Zero Dark Thirty – Review

Zero-Dark-Thirty-Trailer

Zero Dark Thirty (2012) rating 6.5/10

Directed by Kathryn Bigelow. Starring Jessica ChastainJoel EdgertonJason ClarkeKyle ChandlerJames GandolfiniMark Strong.

The film opens in darkness: almost two minutes of black screen as a sound montage made of screams, 911 calls and that all-too-familiar crying. There is no need for pictures, somehow those bits of sound are just as recognisable… And we get it straight away. It’s an effective, un-exploitive and subtle way to take us back to 9/11 without having to resort to the abused images of the collapsing towers… Also by using actual archive sound, talking about real about events, real dates, real names and victims, the film establishes certain boundaries of reality which makes it feel pretty much like a documentary… A dangerous and a rather questionable game to play… But more on that later.

Zero Dark Thirty essentially tries to do three things at once: to give us an account of the Osama Bin Laden manhunt “based on firsthand accounts of the events” leading up to his killing, but it’s also a look at black ops‘s modus operandi and their way of obtaining information by means of torture, and finally it paints a portrait of a woman who seems to have no other purpose in life than finding the Al Qaeda leader: unfortunately her character is really paper-thin (kudos for  Jessica Chastain for actually making something out of it and for that getting Oscar nominated too) and this ends up being the weakest part of the film, in my view.

There is no denying that Kathryne Bigelow is a skilled director who knows how to tell a complicated story in the clearest of terms, while at the same time cranking up the tension but without falling into the obvious Hollywood clichés. There are certainly interesting, riveting and compelling sequences throughout this handsomely made film, while a lot of serious, important and controversial issues are touched upon… But to me that’s the key problem: they’re just touched upon. Not only the film never really seems to ask any real question, but even when it looks like it does, it never actually gives any answer. Of course, a good movie doesn’t necessarily have to ask questions, nor give answers, but when the subject matter is something as serious as this (including the showing of graphic depictions of Americans torturing their prisoners in order to obtain information) and when you’re doing it in such a manner that the audience assumes this is all real, then you’re beginning to have certain responsibility too.

There are glimpses of an interesting and challenging film here and there, (including an extract from a news report showing Obama stating “America condemns torture”, which happens to be just after a torture sequence), but to me it was all too a bit too little and spare.
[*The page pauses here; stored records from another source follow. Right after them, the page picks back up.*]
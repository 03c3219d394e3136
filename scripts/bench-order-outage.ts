/**
 * Order placement while the database goes away: `npm run bench:order-outage`. Each round prepares fresh stored
 * quotes, then four clients place orders from them (one checkout per quote, each client pausing 100 ms between
 * checkouts) for 12 s, while the project's MariaDB is killed (SIGKILL) 3 s in and started again 5 s later. A client
 * sends a checkout again, with the same body, until it is answered 201 or refused with a 4xx, as a browser that
 * retries would. After the round it counts, from the database, the orders the clients were not told about, the
 * orders they were told about that are missing, and the quotes with more than one order; all three should be 0.
 * It runs three rounds on a scratch database (`hoopwright_bench_outage`, dropped at the end).
 */
import { setTimeout as sleep } from 'node:timers/promises';
import { startStripeFake } from '../fakes/stripe/server.ts';
import { checkoutStartedResponse } from '../server/src/contracts/orders.ts';
import { startApiHarness, type ApiAgent } from '../tests/support/api-harness.ts';
import { priyasCheckout } from '../tests/support/checkout-bodies.ts';
import {
  dropLocalDatabase,
  killLocalDatabase,
  localDatabaseSettings,
  startLocalDatabase,
  stopLocalDatabase,
} from './db-lifecycle.ts';

const DATABASE = 'hoopwright_bench_outage';
const ROUNDS = 3;
const CLIENTS = 4;
const QUOTES_PER_ROUND = 240;
const LOAD_MS = 12_000;
const OUTAGE_AFTER_MS = 3_000;
const OUTAGE_MS = 5_000;
const PAUSE_MS = 100;
const RETRY_MS = 200;
const STRIPE_KEY = 'sk_test_bench_outage';

const settings = { ...localDatabaseSettings(), databases: [DATABASE] };
const { started } = await startLocalDatabase(settings);
const stripe = await startStripeFake({ port: 0, apiKey: STRIPE_KEY, webhookSecret: 'whsec_bench_outage' });
const harness = await startApiHarness({
  env: {
    DB_NAME: DATABASE,
    STRIPE_API_URL: stripe.url,
    STRIPE_SECRET_KEY: STRIPE_KEY,
    // The load comes from one customer at one address; the limits are not what this measures.
    RATE_LIMIT_ORDERS: '1000000',
  },
});

interface Tally {
  told: Set<string>;
  answers201: number;
  refused4xx: number;
  failedAttempts: number;
}

/** One checkout, sent again after every 5xx or network failure until it is answered. */
async function placeUntilAnswered(agent: ApiAgent, body: object, tally: Tally, deadline: number): Promise<void> {
  while (Date.now() < deadline) {
    const res = await agent
      .post('/api/orders')
      .send(body)
      .then(
        (answer) => answer,
        () => undefined,
      );
    if (res && res.status === 201) {
      tally.answers201 += 1;
      tally.told.add(checkoutStartedResponse.parse(res.body).number);
      return;
    }
    if (res && res.status >= 400 && res.status < 500) {
      tally.refused4xx += 1;
      return;
    }
    tally.failedAttempts += 1;
    await sleep(RETRY_MS);
  }
}

async function round(index: number): Promise<string> {
  const agent = harness.agent();
  await harness.signIn(agent, 'priya@example.test');
  const bodies: object[] = [];
  for (let i = 0; i < QUOTES_PER_ROUND; i += 1) bodies.push((await priyasCheckout(agent)).body);
  const quoteIds = bodies.map((body) => (body as { quoteId: number }).quoteId);

  const tally: Tally = { told: new Set(), answers201: 0, refused4xx: 0, failedAttempts: 0 };
  const startedAt = Date.now();
  const loadEnds = startedAt + LOAD_MS;
  let next = 0;
  const client = async () => {
    while (Date.now() < loadEnds && next < bodies.length) {
      const body = bodies[next++]!;
      // Every checkout begun is seen through, even after the load's time is up.
      await placeUntilAnswered(agent, body, tally, loadEnds + 60_000);
      await sleep(PAUSE_MS);
    }
  };
  const outage = (async () => {
    await sleep(OUTAGE_AFTER_MS);
    await killLocalDatabase(settings);
    const killedAt = Date.now();
    await sleep(OUTAGE_MS);
    await startLocalDatabase(settings);
    return { killedAt: killedAt - startedAt, backAfterMs: Date.now() - killedAt };
  })();
  await Promise.all(Array.from({ length: CLIENTS }, client));
  const down = await outage;

  const rows: { number: string; quote_id: number }[] = await harness
    .db('orders')
    .whereIn('quote_id', quoteIds)
    .select('number', 'quote_id');
  const inDatabase = new Set(rows.map((row) => row.number));
  const notTold = rows.filter((row) => !tally.told.has(row.number)).length;
  const lost = [...tally.told].filter((number) => !inDatabase.has(number)).length;
  const perQuote = new Map<number, number>();
  for (const row of rows) perQuote.set(row.quote_id, (perQuote.get(row.quote_id) ?? 0) + 1);
  const duplicated = [...perQuote.values()].filter((n) => n > 1).length;
  return (
    `round ${index}: ${next} checkouts begun by ${CLIENTS} clients, ${tally.answers201} answered 201, ` +
    `${tally.refused4xx} refused 4xx, ${tally.failedAttempts} attempts failed and were sent again; ` +
    `database killed at ${(down.killedAt / 1000).toFixed(1)} s, answering again ${(down.backAfterMs / 1000).toFixed(1)} s later; ` +
    `${rows.length} orders in the database — not told about ${notTold}, lost ${lost}, duplicated ${duplicated}`
  );
}

try {
  console.log(
    `Order placement with the database killed for ${OUTAGE_MS / 1000} s: ${CLIENTS} clients, up to ${QUOTES_PER_ROUND} ` +
      `checkouts each round (one per stored quote, ${PAUSE_MS} ms apart per client) for ${LOAD_MS / 1000} s; ` +
      `failed checkouts are sent again every ${RETRY_MS} ms. Targets: not told 0, lost 0, duplicated 0.`,
  );
  for (let i = 1; i <= ROUNDS; i += 1) console.log(await round(i));
} finally {
  await harness.close();
  await stripe.close();
  dropLocalDatabase(DATABASE, settings);
  if (started) await stopLocalDatabase(settings);
}
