import { shipToByCustomer } from '../../seeds/data/orders.ts';
import { storedQuoteResponse } from '../../server/src/contracts/stored-quotes.ts';
import { savedDesignResponse } from '../../server/src/contracts/saved-designs.ts';
import type { ApiAgent } from './api-harness.ts';

/** Priya's seeded address, as the checkout form sends it. */
export const priyasShipTo = shipToByCustomer.priya;

/**
 * A fresh stored quote for Priya's seeded design 1 (the agent must be signed in as Priya), and the checkout body that
 * orders it for a regular date.
 */
export async function priyasCheckout(agent: ApiAgent) {
  const { design } = savedDesignResponse.parse((await agent.get('/api/designs/1').expect(200)).body);
  const quote = storedQuoteResponse.parse(
    (
      await agent
        .post('/api/quotes')
        .send({
          garmentId: design.garmentId,
          sizeId: design.sizeId,
          colourId: design.colourId,
          quantity: 1,
          isRush: false,
          document: design.document,
          designId: 1,
        })
        .expect(201)
    ).body,
  );
  return { quote, body: { quoteId: quote.quoteId, designId: 1, neededBy: '2026-12-18', shipTo: priyasShipTo } };
}
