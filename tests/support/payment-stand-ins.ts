/**
 * The payment and mail stand-ins for API tests, on free ports, with the harness pointed at them. Webhook events
 * are not delivered by the stand-in (the app under supertest does not listen); `deliver` posts a recorded event
 * to the app signed as the stand-in would sign it, so a test decides when, and how often, an event arrives.
 */
import Stripe from 'stripe';
import type request from 'supertest';
import { startStripeFake, type FakeStripeState } from '../../fakes/stripe/server.ts';
import { startSmtpFake, type CapturedMail } from '../../fakes/smtp/server.ts';
import { startApiHarness, type ApiHarness } from './api-harness.ts';

const STRIPE_KEY = 'sk_test_api_tests';
const WEBHOOK_SECRET = 'whsec_api_tests';

export interface PaymentHarness extends ApiHarness {
  stripeState: FakeStripeState;
  mail: CapturedMail[];
  /** Posts a webhook event to the app, signed with the shared secret. */
  deliver(event: unknown): request.Test;
  /** Pays a Checkout Session on the stand-in's hosted page with a test card; resolves with the page's status. */
  pay(checkoutUrl: string, cardNumber?: string): Promise<number>;
  /** Delivers every event the stand-in has recorded since the last call, in order. */
  deliverNewEvents(): Promise<void>;
}

/**
 * `holdWindowDays` is how long a card hold lasts. The default here, 30, holds the card of every test order (Priya's
 * date, Dec 18, is inside it from the harness's Dec 1), which the tests of holds, captures and refunds rely on;
 * the tests of cards kept for later pass the shop's default of 7.
 */
export async function startPaymentHarness(options: { holdWindowDays?: number } = {}): Promise<PaymentHarness> {
  const stripe = await startStripeFake({ port: 0, apiKey: STRIPE_KEY, webhookSecret: WEBHOOK_SECRET });
  const smtp = await startSmtpFake({ smtpPort: 0, httpPort: 0 });
  const harness = await startApiHarness({
    env: {
      STRIPE_API_URL: stripe.url,
      STRIPE_SECRET_KEY: STRIPE_KEY,
      STRIPE_WEBHOOK_SECRET: WEBHOOK_SECRET,
      SMTP_URL: smtp.smtpUrl,
      CARD_HOLD_WINDOW_DAYS: String(options.holdWindowDays ?? 30),
    },
  });
  const signer = new Stripe('sk_test_signer_only');
  let delivered = 0;
  const deliver = (event: unknown) => {
    const payload = JSON.stringify(event, null, 2);
    return (
      harness
        .agent()
        .post('/api/webhooks/stripe')
        .set('Content-Type', 'application/json')
        // Header format and HMAC scheme as in Stripe's signature guide, made by the official SDK's own helper.
        .set('Stripe-Signature', signer.webhooks.generateTestHeaderString({ payload, secret: WEBHOOK_SECRET }))
        .send(payload)
    );
  };
  return {
    ...harness,
    stripeState: stripe.state,
    mail: smtp.messages,
    deliver,
    async pay(checkoutUrl, cardNumber = '4242 4242 4242 4242') {
      const form = new URLSearchParams({
        card_number: cardNumber,
        expiry: '12/30',
        cvc: '123',
        name: 'Priya Castellanos',
      });
      const response = await fetch(checkoutUrl, { method: 'POST', body: form, redirect: 'manual' });
      await response.arrayBuffer();
      return response.status;
    },
    async deliverNewEvents() {
      const events = stripe.state.events.slice(delivered);
      delivered = stripe.state.events.length;
      for (const event of events) await deliver(event).expect(200);
    },
    async close() {
      await harness.close();
      await stripe.close();
      await smtp.close();
    },
  };
}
This is not meant to be a real documentary, in fact the end credits tell you that this is to be taken as a dramatisation… Well, if that’s the case, the characterisation of every single person in the film is pretty weak (including the already mentioned “super-woman” protagonist).

So if you take it as a drama, it’s all pretty standard fare and rather flat and superficial film. As a piece of documentary and a critique to the “American System”, it’s just too diluted in among all those bad lines of dialogue (“who are you?” -“I’m the motherfucker who found this place”, or “I believe I was spared so I could finish the job”) which in the end diminish the impact that such a subject could have had.

The last 25 minutes of the film follow the actual mission to capture and kill Bin Laden (sidelining even our main character, who completely disappears from the film). It is pretty much shown in real time, without any music (mercifully, because for the rest of the film the score is as obvious and bland as they come). It is a sequence which is meticulously executed and wisely stirs well away from easy heroism or American triumphalism and yet, because of course we all know how it ended, it felt to me not only a bit anticlimactic, slightly voyeuristic, but also a bit pointless, which in a way sums up my thoughts about the whole film.

Certainly a lot of people will talk about the issues raised, but mainly because of the issues themselves, not  because the film.

Of course we’ll never know the truth (In fact recently some criticism has been raised about the actual veracity of the facts), but as it often happens with these sort of real-case stories (whether it’s about the birth of Facebook with “the Social Network”, or a terrorist attack with “United 93” or simply Che Guevara’s road trip in the “Motorcycle Diaries”…), this film will eventually become THE VERSION of the truth we’ll all believe, which in this case might be a bit troubling and very questionable.